Debuting closing night at the New York Film Festival was James Gray’s “The Lost City of Z,” (Bleecker Street, April 14), based on David Grann’s non-fiction bestseller. Produced by Plan B and shot on 35 mm in Colombia, CinemaCon Male Star of the Year Charlie Hunnam (“King Arthur: Legend of the Sword”) told some hair-raising tales of shooting in the Amazon as 19th century explorer Percy Fawcett. He lost 30-40 pounds filming in sequence in the jungle, cut himself off from all communication with friends and family for four months, was knocked off his feet by lightning, and encountered snakes, spiders and a scorpion as well as a burrowing beetle in his ear while sleeping at his hotel. “It sounded like a pneumatic drill,” he said.

“Doug Liman is crazy,” said wrestler-actor John Cena (“Ferdinand”). He also declared that his “The Wall” (Roadside Attractions, May 12) director is a genius who “knows how to take chances and tell a story.” Shot on a low budget with digital cameras in just two weeks, Cena and Aaron Taylor-Johnson play two Iraq soldiers trying to survive an assault by a sniper who is playing a deadly game with them.

Other Amazon Sundance pickups include “Landline” (July 21), Gillian Robespierre’s family comedy follow-up to “Obvious Child,” starring Jenny Slate, Finn Wittrock, John Turturro, and Edie Falco; Matt Ruskin’s audience award-winner “Crown Heights,” a legal thriller set in the New York criminal justice system starring Lakeith Stanfield; and “Cartel Land” documentarian Matthew Heinemann’s terrific portrait of heroic Syrian rebel journalists, “City of Ghosts” (IFC Films, July 14), which could be an Oscar contender.

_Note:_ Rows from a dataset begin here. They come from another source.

//! One constraint: what the activities may, must or shall use together.

/// How what is used stands to the limit.
#[derive(Debug, Clone, Copy, PartialEq, Eq, Hash)]
pub enum Sense {
    /// use ≤ limit
    AtMost,
    /// use = limit
    Equal,
    /// use ≥ limit
    AtLeast,
}

impl Sense {
    /// The sign in tables and JSON.
    pub fn sign(self) -> &'static str {
        match self {
            Sense::AtMost => "<=",
            Sense::Equal => "=",
            Sense::AtLeast => ">=",
        }
    }
}

/// What one unit of spend uses, a_ki, for every activity.
#[derive(Debug, Clone, PartialEq)]
pub enum UsePerUnit {
    /// Every unit of every activity's spend uses 1: the constraint is on the spend itself.
    Spend,
    /// One number per activity, in the order of the activities.
    PerActivity(Vec<f64>),
}

/// Σ a_ki x_i ≤ = ≥ limit.
#[derive(Debug, Clone, PartialEq)]
pub struct Constraint {
    /// Unique name.
    pub name: String,
    /// How the use stands to the limit.
    pub sense: Sense,
    /// b_k, in units of what is used.
    pub limit: f64,
    /// a_ki, units of what is used per unit of spend.
    pub use_per_unit: UsePerUnit,
}

impl Constraint {
    /// The constraint named `budget`: all spend together at most `limit`.
    pub fn budget(limit: f64) -> Self {
        Self {
            name: "budget".to_owned(),
            sense: Sense::AtMost,
            limit,
            use_per_unit: UsePerUnit::Spend,
        }
    }

    /// The constraint named `requirement`: all spend together at least `limit`.
    pub fn requirement(limit: f64) -> Self {
        Self {
            name: "requirement".to_owned(),
            sense: Sense::AtLeast,
            limit,
            use_per_unit: UsePerUnit::Spend,
        }
    }

    /// a_ki of activity `i`.
    #[inline]
    pub fn use_per_unit(&self, i: usize) -> f64 {
        match &self.use_per_unit {
            UsePerUnit::Spend => 1.0,
            UsePerUnit::PerActivity(per_unit) => per_unit[i],
        }
    }

    /// limit − used; negative where an upper limit is broken.
    pub fn slack(&self, used: f64) -> f64 {
        self.limit - used
    }

    /// Whether `used` meets the limit to the last unit.
    pub fn is_binding(&self, used: f64) -> bool {
        self.slack(used).abs() <= BINDING * self.limit.abs().max(used.abs())
    }

    /// Whether `used` is the limit but for the rounding of decimal numbers to binary ones, as the
    /// sum of floors may be that was made to fill it.
    pub fn is_filled_by(&self, used: f64) -> bool {
        self.slack(used).abs() <= SAME_USE * self.limit.abs()
    }
}

/// Relative slack up to which a constraint binds: a few roundings of a sum, far below the
/// smallest coin of any budget.
const BINDING: f64 = 1e-14;

/// Relative difference up to which a use and a limit are the same number: the roundings of the
/// spends, of what a unit uses, of their products, of the sum and of the limit.
const SAME_USE: f64 = 3.0 * f64::EPSILON;
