//! One activity: a return curve, the bounds of its spend, and what is known of today.

use compact_str::CompactString;

use crate::curves::Curve;

/// The range of spend that an activity's curve was fitted on, units of spend.
#[derive(Debug, Clone, Copy, PartialEq)]
pub struct ObservedRange {
    /// Least spend seen; 0 where the file does not say.
    pub from: f64,
    /// Greatest spend seen; +∞ where the file does not say.
    pub to: f64,
}

impl ObservedRange {
    /// Whether a curve must be extrapolated to this spend.
    pub fn excludes(&self, spend: f64) -> bool {
        spend < self.from || self.to < spend
    }
}

/// One activity. A plain record: [`Problem::new`](super::Problem::new) validates it.
#[derive(Debug, Clone, PartialEq)]
pub struct Activity {
    /// Unique name.
    pub name: CompactString,
    /// Return for spend, in the activity's own unit of return, without the base.
    pub curve: Curve,
    /// Return at zero spend; moves the total, never the split.
    pub base: f64,
    /// Least spend, ≥ 0.
    pub floor: f64,
    /// Greatest spend; +∞ for none.
    pub cap: f64,
    /// Value of one unit of this return in the common unit, ≥ 0.
    pub weight: f64,
    /// Today's spend.
    pub current: Option<f64>,
    /// Range of spend that the curve was fitted on.
    pub observed: Option<ObservedRange>,
}

impl Activity {
    /// An activity without base, bounds or history, and of weight 1.
    pub fn new(name: impl Into<CompactString>, curve: Curve) -> Self {
        Self {
            name: name.into(),
            curve,
            base: 0.0,
            floor: 0.0,
            cap: f64::INFINITY,
            weight: 1.0,
            current: None,
            observed: None,
        }
    }

    /// Where a spend stands between the bounds; compares exactly.
    pub fn position(&self, spend: f64) -> Position {
        if spend == 0.0 && self.floor == 0.0 {
            Position::Unfunded
        } else if spend == self.floor {
            Position::AtFloor
        } else if spend == self.cap {
            Position::AtCap
        } else {
            Position::Between
        }
    }
}

/// Where an activity's spend stands.
#[derive(Debug, Clone, Copy, PartialEq, Eq, Hash)]
pub enum Position {
    /// Strictly between floor and cap.
    Between,
    /// At a floor above zero.
    AtFloor,
    /// At its cap.
    AtCap,
    /// At zero spend, with no floor.
    Unfunded,
}

impl Position {
    /// The word in tables and JSON.
    pub fn name(self) -> &'static str {
        match self {
            Position::Between => "between",
            Position::AtFloor => "at floor",
            Position::AtCap => "at cap",
            Position::Unfunded => "unfunded",
        }
    }
}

Several indie relationship dramas are on the docket, including Bonafide and Marc Webb’s “The Only Living Boy in New York” (Roadside Attraction’s July 14) starring Jeff Bridges as a man counseling a teenager (Collum Turner) troubled by his father (Pierce Brosnan), who is dating an attractive woman (Kate Beckinsale). Writer-director Mike White’s “Brad’s Status” stars Ben Stiller as a father who gets caught up in his son’s applications for college.

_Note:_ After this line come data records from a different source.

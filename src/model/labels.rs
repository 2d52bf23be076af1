//! The words and units of a plan, for reports and pictures.

/// What the numbers of a plan are called. None of it changes an answer.
#[derive(Debug, Clone, PartialEq, Eq, Default)]
pub struct Labels {
    /// Name of the plan.
    pub title: Option<String>,
    /// Unit of spend, such as "EUR".
    pub money: Option<String>,
    /// Unit of the total, such as "homes protected".
    pub return_unit: Option<String>,
    /// Time that the plan covers, such as "2027".
    pub period: Option<String>,
}
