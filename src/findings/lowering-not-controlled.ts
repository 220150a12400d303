import { emptySet, isEmpty, orInto } from '../base/bits.ts';
import type { BitSet } from '../base/bits.ts';
import { positionMask } from '../engine/paths/edges.ts';
import type { StateTable } from '../engine/table/state-table.ts';
import type { ActuatorVerdict } from '../engine/table/words.ts';
import type { NetPath, Network } from '../network/network.ts';
import { actuatorRows, sayRows, witnesses } from './evidence.ts';
import type { Finding, Rule } from './finding.ts';

/** Moving with its load. */
const WITH_LOAD: Readonly<Record<'in' | 'out', readonly ActuatorVerdict[]>> = {
  in: ['moved in by load', 'retracts', 'driven B→A by load', 'turns B→A'],
  out: ['moved out by load', 'extends', 'driven A→B by load', 'turns A→B'],
};

/**
 * A load that comes down through nothing but open ways, all of them switched by coils or rollers or not at all. A
 * hand on a lever meters the way down, so that valves moved by hand count as control.
 */
export const loweringNotControlled: Rule = ({ net, table }) =>
  net.actuators.flatMap((actuator, i): Finding[] => {
    const { way, by, size } = actuator.push;
    if (by !== 'load' || (way !== 'in' && way !== 'out') || size === 0) return [];
    const loaded = way === 'in' ? actuator.a : actuator.b;
    if (loaded < 0) return [];
    const rows = freeToTank(net, table, loaded, actuatorRows(table, i, ...WITH_LOAD[way]));
    if (isEmpty(rows)) return [];
    const part = net.parts[actuator.part];
    const seen = witnesses(rows);
    return [
      {
        rule: 'lowering-not-controlled',
        level: 'caution',
        title: `Nothing controls how fast the load of ${part?.label ?? ''} comes down`,
        what: `In ${sayRows(seen)} its oil goes to tank through open ways alone: only their losses slow it down, and it may run ahead of the pump.`,
        remedy:
          'Usual remedy: a throttle that meters what the load pushes out, a pressure-compensated flow control, or a counterbalance valve, close to the cylinder.',
        parts: part ? [part.id] : [],
        lines: [loaded],
        ...seen,
      },
    ];
  });

/** Those of `rows` in which an open way leads from the line to a tank with no throttle on it and no valve that a hand moves. */
function freeToTank(net: Network, table: StateTable, from: number, rows: BitSet): BitSet {
  const out = emptySet(table.count);
  const ways = net.paths.flatMap((path) => {
    const open = openRows(net, table, path);
    if (open === undefined) return [];
    const there = { from: path.from, to: path.to, open };
    return path.oneWay ? [there] : [there, { from: path.to, to: path.from, open }];
  });
  const reached = new Map([[from, rows]]);
  const queue = isEmpty(rows) ? [] : [from];
  for (let line = queue.shift(); line !== undefined; line = queue.shift()) {
    const here = reached.get(line) as BitSet;
    if (net.lines[line]?.tank) {
      orInto(out, here);
      continue;
    }
    for (const { from: start, to, open } of ways) {
      if (start !== line) continue;
      const on = open === 'always' ? here : here.map((word, w) => word & (open[w] as number));
      const there = reached.get(to) ?? emptySet(table.count);
      reached.set(to, there);
      if (orInto(there, on) && !queue.includes(to)) queue.push(to);
    }
  }
  return out;
}

/** Rows in which the way is open without anybody metering it; undefined = a throttle or a hand does. */
function openRows(
  net: Network,
  table: StateTable,
  { throttled, input, positions }: NetPath,
): BitSet | 'always' | undefined {
  if (throttled) return undefined;
  if (input < 0) return 'always';
  if (input < net.inputs.length) {
    if (net.inputs[input]?.by !== 'coil') return undefined;
    const radices = net.inputs.map((each) => each.positions.length);
    return positionMask(radices, input, positions, table.count);
  }
  const valve = net.dependents[input - net.inputs.length];
  // The hand on a pilot valve meters too; which one that is, is not known here.
  const switched = valve?.shifts.every((shift) => shift.by === 'roller' || net.inputs[shift.input]?.by === 'coil');
  if (!valve || !switched) return undefined;
  const out = emptySet(table.count);
  const { dependentPlanes, dependentRests, dependentHunts } = table.data;
  dependentPlanes[input - net.inputs.length]?.forEach((plane, p) => {
    if (plane && ((positions >>> p) & 1) === 1) orInto(out, plane);
  });
  // Where it may stand elsewhere nothing is claimed.
  for (const unsure of [dependentRests[input - net.inputs.length], dependentHunts])
    unsure?.forEach((word, w) => (out[w] = (out[w] as number) & ~word));
  return out;
}
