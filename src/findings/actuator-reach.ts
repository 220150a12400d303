import { isEmpty } from '../base/bits.ts';
import { actuatorRows, INWARD, OUTWARD } from './evidence.ts';
import type { Finding, Rule } from './finding.ts';

/** An actuator that no combination moves, or that can go one way but not back. */
export const actuatorReach: Rule = ({ net, table }) =>
  net.actuators.flatMap((actuator, i): Finding[] => {
    if (!isEmpty(actuatorRows(table, i, 'rests on pressure', 'undetermined'))) return [];
    const out = !isEmpty(actuatorRows(table, i, ...OUTWARD));
    const inward = !isEmpty(actuatorRows(table, i, ...INWARD));
    const floats = !isEmpty(actuatorRows(table, i, 'floats'));
    if (out && inward) return [];
    const part = net.parts[actuator.part];
    const label = part?.label ?? '';
    const base = { rule: 'actuator-reach', parts: part ? [part.id] : [], lines: [], rows: [], rowCount: 0 };
    const [goes, back] = actuator.rotary ? ['turn A→B', 'turn B→A'] : ['extend', 'retract'];
    if (!out && !inward) {
      return [
        {
          ...base,
          level: 'caution',
          title: `Nothing moves ${label}`,
          what: `No combination makes it ${goes} or ${back}.`,
          remedy: 'Check its lines, and that a valve can both feed it and let it out.',
        },
      ];
    }
    if (actuator.rotary || floats) return [];
    const [can, cannot] = out ? [goes, back] : [back, goes];
    return [
      {
        ...base,
        level: 'caution',
        title: `${label} can ${can} but not ${cannot}`,
        what: `Some combination makes it ${can}; none makes it ${cannot}, and it floats in none.`,
        remedy: 'Give the other side a feed, or a spring or load that brings it back over a path to tank.',
      },
    ];
  });
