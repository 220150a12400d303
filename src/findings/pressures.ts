import type { Network } from '../network/network.ts';
import { PressureSolver } from '../engine/table/resolve.ts';
import type { StateTable } from '../engine/table/state-table.ts';
import type { Evidence } from './finding.ts';

/** Rows whose pressures are computed for findings; a longer table is looked at in its first ones and at rest. */
const MOST_ROWS = 600;

/** Steady pressures of a table's rows, with the pumps running and every actuator between its stops. */
export interface Pressures {
  /** Solved rows, 0-based, and for each the pressure of every line, Pa. */
  readonly rows: readonly number[];
  readonly of: readonly Float64Array[];
  /** Pa: the highest at which a pump or accumulator can stand. */
  readonly source: number;
}

const known = new WeakMap<StateTable, Pressures>();

export function pressuresOf({ net, table }: Evidence): Pressures {
  const before = known.get(table);
  if (before) return before;
  const places = net.actuators.map(() => 'between' as const);
  const solver = new PressureSolver(net, { pumpsRunning: true, places }, table.data.dependentPlanes);
  const rows: number[] = [];
  const of: Float64Array[] = [];
  const rest = table.restRow();
  const wanted = Array.from({ length: Math.min(table.count, MOST_ROWS) }, (_, row) => row);
  if (rest >= wanted.length) wanted.push(rest);
  for (const row of wanted) {
    const { result } = solver.solve(row, false);
    if (result.status !== 'solved') continue;
    rows.push(row);
    of.push(Float64Array.from(net.lines, (_, line) => solver.pressure(result, line)));
  }
  const found: Pressures = { rows, of, source: highestSource(net) };
  known.set(table, found);
  return found;
}

/** What relief valves, compensators and stores allow, with the rise of a relief valve at the flow of all pumps. */
function highestSource(net: Network): number {
  const flow = net.pumps.reduce((sum, pump) => sum + pump.flow, 0);
  return Math.max(
    0,
    ...net.reliefs.map(({ setting, override }) => setting + override * flow),
    ...net.pumps.map(({ setting }) => setting),
    ...net.accumulators.map(({ charged, pressure }) => (charged ? pressure : 0)),
  );
}
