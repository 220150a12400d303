import { actuatorReach } from './actuator-reach.ts';
import { coilTagTwice } from './coil-tag-twice.ts';
import { deadHeadedPump } from './dead-headed-pump.ts';
import { dependentUnsettled } from './dependent-unsettled.ts';
import type { Evidence, Finding, Rule } from './finding.ts';
import { idleValveUnloads } from './idle-valve-unloads.ts';
import { intensified } from './intensified.ts';
import { loadNotHeld } from './load-not-held.ts';
import { lockCheckNotVented } from './lock-check-not-vented.ts';
import { loweringNotControlled } from './lowering-not-controlled.ts';
import { openPort } from './open-port.ts';
import { overRating } from './over-rating.ts';
import { overReliefAtRest } from './over-relief-at-rest.ts';
import { positionChangesNothing } from './position-changes-nothing.ts';
import { sequenceDrain } from './sequence-drain.ts';
import { tankPortPressure } from './tank-port-pressure.ts';
import { twoStageNoPilot } from './two-stage-no-pilot.ts';
import { undischargedAccumulator } from './undischarged-accumulator.ts';
import { unventableLine } from './unventable-line.ts';
import { wrongWayRound } from './wrong-way-round.ts';

/** One rule per design fault; a new one is a new file and a line here. */
const RULES: readonly Rule[] = [
  deadHeadedPump,
  loadNotHeld,
  overRating,
  intensified,
  tankPortPressure,
  loweringNotControlled,
  wrongWayRound,
  sequenceDrain,
  undischargedAccumulator,
  idleValveUnloads,
  twoStageNoPilot,
  dependentUnsettled,
  lockCheckNotVented,
  overReliefAtRest,
  actuatorReach,
  unventableLine,
  openPort,
  coilTagTwice,
  positionChangesNothing,
];

const LEVELS = ['danger', 'caution', 'note'];

/** All findings, the dangers first. */
export function findFaults(evidence: Evidence): Finding[] {
  return RULES.flatMap((rule) => rule(evidence)).sort((a, b) => LEVELS.indexOf(a.level) - LEVELS.indexOf(b.level));
}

Woody Allen is back with Coney Island period comedy “Wonder Wheel” starring Kate Winslet and Justin Timberlake, which is shot by “Cafe Society” cinematographer Vittorio Storraro, with costumes by Santo Loquasto. Will he return to Cannes?

“Queen of Versailles” photographer-filmmaker Lauren Greenfield has been laboring for 20 years on her documentary “Generation Wealth” about the “influence of affluence,” said Berney, who plans to premiere the movie this fall to accompany the publication of her Phaedon book on materialism, celebrity and social status.

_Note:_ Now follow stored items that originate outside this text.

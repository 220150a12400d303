import { lineEver, lineRows, witnesses } from './evidence.ts';
import type { Finding, Rule } from './finding.ts';

/** A line that can be cut off under pressure and that no lever position opens to tank. */
export const unventableLine: Rule = ({ net, table }) => {
  const lines = net.lines.slice(0, net.shown).flatMap((_, line) => {
    if (!lineEver(table, line, 'cut off') || lineEver(table, line, 'vented', 'flows to tank')) return [];
    return [{ line, cutOff: lineRows(table, line, 'cut off') }];
  });
  return lines.map(({ line, cutOff }): Finding => {
    const name = net.lines[line]?.name ?? '';
    return {
      rule: 'unventable-line',
      level: 'caution',
      title: `No lever position vents ${name}`,
      what: `It is cut off in some combinations and has no open path to tank in any. Pressure that gets in stays in.`,
      remedy:
        'Usually a bleed valve or a test point with a hose to tank is added there. Never crack a fitting to let pressure off; follow the machine’s documents, local codes and qualified people.',
      parts: [],
      lines: [line],
      ...witnesses(cutOff),
    };
  });
};
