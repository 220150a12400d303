import type { Rule } from './finding.ts';

/** A port with nothing on it counts as plugged, and is said once. */
export const openPort: Rule = ({ net }) =>
  net.openPorts.map((port) => {
    const part = net.parts[port.part];
    return {
      rule: 'open-port',
      level: port.level,
      title: `${part?.label ?? ''}.${port.port} is left open`,
      what: `${port.what} It is taken as plugged.`,
      remedy: port.remedy,
      parts: part ? [part.id] : [],
      lines: [],
      rows: [],
      rowCount: 0,
    };
  });
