import { isEmpty } from '../base/bits.ts';
import { lineRows, witnesses } from './evidence.ts';
import type { Finding, Rule } from './finding.ts';

/** A sequence valve whose spring chamber drains into its outlet, which comes under pressure: that adds to its setting. */
export const sequenceDrain: Rule = ({ net, table }) =>
  net.valves.flatMap((valve): Finding[] => {
    const part = net.parts[valve.part];
    if (part?.kind !== 'sequence-valve' || valve.duty !== 'sequence' || net.lines[valve.to]?.tank) return [];
    const inside = valve.signals.some(({ line, factor }) => line === valve.to && factor < 0);
    if (!inside || valve.to >= net.shown) return [];
    const drives = net.actuators.some(({ a, b }) => a === valve.to || b === valve.to);
    const fed = lineRows(table, valve.to, 'fed', 'cut off');
    if (!drives && isEmpty(fed)) return [];
    return [
      {
        rule: 'sequence-drain',
        level: 'caution',
        title: `${part.label} has no drain of its own`,
        what: `Its spring chamber drains into ${net.lines[valve.to]?.name ?? ''}, which comes under pressure. That pressure adds to the setting, so that the valve shuts again or opens late.`,
        remedy: 'Usual remedy: drain the spring chamber by Y straight to the tank.',
        parts: [part.id],
        lines: [valve.to],
        ...witnesses(fed),
      },
    ];
  });
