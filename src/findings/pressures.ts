import { has, members } from '../base/bits.ts';
import type { Network } from '../network/network.ts';
import { PressureSolver } from '../engine/table/resolve.ts';
import type { StateTable } from '../engine/table/state-table.ts';
import { spreadOver } from './evidence.ts';
import type { Evidence } from './finding.ts';

/** Rows of a table that is looked at as a whole; each costs a solve. */
const ALL_ROWS = 1000;
/** Rows that a longer one is looked at in. */
const SOME_ROWS = 160;

/** Steady pressures of a table's rows, with the pumps running and every actuator between its stops. */
export interface Pressures {
  /** Solved rows, 0-based, and for each the pressure of every line, Pa. */
  readonly rows: readonly number[];
  readonly of: readonly Float64Array[];
  /** Rows looked at, those without a steady state included. */
  readonly looked: number;
  /** Pa: the highest at which a pump or accumulator can stand. */
  readonly source: number;
}

const known = new WeakMap<StateTable, Pressures>();

export function pressuresOf({ net, table }: Evidence): Pressures {
  const before = known.get(table);
  if (before) return before;
  const places = net.actuators.map(() => 'between' as const);
  const solver = new PressureSolver(net, { pumpsRunning: true, places }, table.data.dependentPlanes);
  const rows: number[] = [];
  const of: Float64Array[] = [];
  const looked =
    table.count <= ALL_ROWS ? Array.from({ length: table.count }, (_, row) => row) : telling(table, SOME_ROWS);
  for (const row of looked) {
    const { result } = solver.solve(row);
    if (result.status !== 'solved') continue;
    rows.push(row);
    of.push(Float64Array.from(net.lines, (_, line) => solver.pressure(result, line)));
  }
  const found: Pressures = { rows, of, looked: looked.length, source: highestSource(net) };
  known.set(table, found);
  return found;
}

/**
 * Rows of a long table in which a pressure is likely to be high: rest, every single lever moved from it, a row for
 * each verdict and line class that occurs at all, two levers moved from rest, and some others spread over the table.
 * Neighbours follow each other, since each solve starts from the one before.
 */
export function telling(table: StateTable, most: number): number[] {
  const taken = new Set<number>();
  const take = (row: number): void => {
    if (taken.size < most) taken.add(row);
  };
  const { data } = table;
  const rest = table.positionsOf(table.restRow());
  take(table.rowOf(rest));
  const moves = data.inputs.flatMap(({ positions }, input) =>
    positions.flatMap((_, to) => (to === rest[input] ? [] : [{ input, to }])),
  );
  const moved = (...some: readonly { readonly input: number; readonly to: number }[]): number =>
    table.rowOf(rest.map((at, i) => some.find(({ input }) => input === i)?.to ?? at));
  for (const move of moves) take(moved(move));
  for (const list of [data.actuatorPlanes, data.pumpPlanes, data.linePlanes]) {
    for (const plane of list.flat()) {
      if (!plane || [...taken].some((row) => has(plane, row))) continue;
      for (const row of members(plane)) {
        take(row);
        break;
      }
    }
  }
  const pairs = moves.flatMap((one, i) =>
    moves.slice(i + 1).flatMap((two) => (two.input === one.input ? [] : [[one, two] as const])),
  );
  const room = Math.floor(((most - taken.size) * 3) / 4);
  for (const k of spreadOver(pairs.length, room)) take(moved(...(pairs[k] ?? [])));
  for (const row of spreadOver(table.count, most - taken.size)) take(row);
  return [...taken];
}

/** What relief valves, compensators and stores allow, with the rise of a relief valve at the flow of all pumps. */
function highestSource(net: Network): number {
  const flow = net.pumps.reduce((sum, pump) => sum + pump.flow, 0);
  return Math.max(
    0,
    ...net.reliefs.map(({ setting, override }) => setting + override * flow),
    ...net.pumps.map(({ setting }) => setting),
    ...net.accumulators.map(({ charged, pressure }) => (charged ? pressure : 0)),
  );
}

Amazon is not only acquiring but also financing and producing films. In the pipeline for later 2017 and 2018 release are films by several major auteurs.

Currently filming is Plan B’s “A Beautiful Boy,” directed by Felix van Groeningen (“The Broken Circle Breakdown”) and adapted by “Lion” scribe Luke Davies from David Sheff’s New York Times bestseller, starring Steve Carell and Timothy Chalumet.

Gus Van Sant is shooting “Don’t Worry, He Won’t Get Far on Foot” starring Rooney Mara, Jonah Hill and Jack Black. Nash Edgerton is in production on an untitled project starring his brother Joel, David Oyelowo, Amanda Seyfried and Sharlto Copley. In May, Mike Leigh will start principal photography on his epic “Peterloo.”

Also in the works: Luca Guadagnino is remaking 70s cult film “Suspiria” with Dakota Johnson, Tilda Swinton and Chloe Grace Moretz. Terry Gilliam is finally going to shoot his long-in-the-works drama “Don Quixote” with Adam Driver, who also stars in the Leos Carax musical “Annette.” And Lynne Ramsay is directing “You Were Never Really Here” with Joaquin Phoenix, based on the novel by Jonathan Ames.